Towards Real-World Generalizability of Misinformation Detection
COM1 Level 2
SR9, COM1-02-09
closeAbstract:
This thesis investigates generalizable patterns for detecting two prevalent types of misinformation: rumors, unverified statements in circulation; and fake news, articles presented as news reports that contain false statements. Specifically, we aim to identify veracity indicators that are widely applicable across three key aspects: (1) emergent newsworthy events, (2) diverse writing styles, and (3) social graphs from different domains.
First, we address scenarios where a detector is presented with suspicious microblogs arising from new, unseen events. Observing that microblog publishers often post within a consistent veracity class (e.g., “False Rumor”) regardless of the event, we introduce Publisher Style Aggregation (PSA), an event-generalizable rumor detection approach that learns event-invariant publisher characteristics from each publisher's posting records to enhance microblog representations. Experimental results demonstrate PSA's superiority in various settings, including cross-event, cross-dataset, and early rumor detection.
Next, we explore generalizability across writing styles, specifically how to detect fake news articles disguised in the style of reputable media.
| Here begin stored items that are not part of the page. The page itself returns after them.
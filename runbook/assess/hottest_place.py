"""How hot the place may be in which a loaded vessel is left, by every limit that heat brings nearer.

Refuses to say (None) where a rating is not known or the models end.
"""

from __future__ import annotations

from runbook.assess.corners import temperature_at_pressure
from runbook.assess.limits import closed_extremes, margins
from runbook.assess.scene import Scene
from runbook.errors import OutsideValidity


def hottest_place(scene: Scene, most_kg: float) -> float | None:
    """Lowest temperature [K] at which the most charge [kg], closed in, comes to a limit of pressure or temperature."""
    shut = {v.tag: "shut" for v in scene.apparatus.valves}
    try:
        reach = closed_extremes(scene, most_kg, scene.room_hottest, scene.room_coldest)
    except OutsideValidity:
        return None
    found = margins(scene, reach, shut, "")
    pressures = [m.allowed for m in found if m.kind == "pressure"]
    temperatures = [m.allowed for m in found if m.kind == "temperature"]
    known = [a for a in pressures if a is not None]
    bears = [a for a in temperatures if a is not None]
    if not known or len(known) < len(pressures) or len(bears) < len(temperatures):
        return None
    reached = temperature_at_pressure(scene, most_kg, min(known), 0.0)
    return min((*bears, *(() if reached is None else (reached,))), default=None)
We propose SheepDog, a style-agnostic framework that combines the task-specific, fine-tuned capabilities of pre-trained language models (LMs) with the versatile strengths of large language models (LLMs) under a multi-task learning paradigm. Integrating style-diverse news reframings and content-centric veracity attributions, SheepDog yields robust predictions resilient to stylistic variations and provides valuable insights for debunking news flagged as fake.
Finally, we identify generalizable structural patterns related to veracity in social contexts represented as graphs, where news dissemination and user engagement patterns vary between datasets and domains. We find that social users often show a consistent preference for either fake or real news. Based on this, we introduce a unified social graph formulation, connecting news article nodes by shared readerships, which facilitates effective detection even under severe label sparsity. Additionally, we distill veracity-indicative structural degree patterns applicable to news article graphs across different domains. Guided by these patterns, we further develop a lightweight degree-corrected method for learning a refined social graph structure to suppress edge noise, which is 7.6 to 34.1 times faster than existing graph structure learning approaches.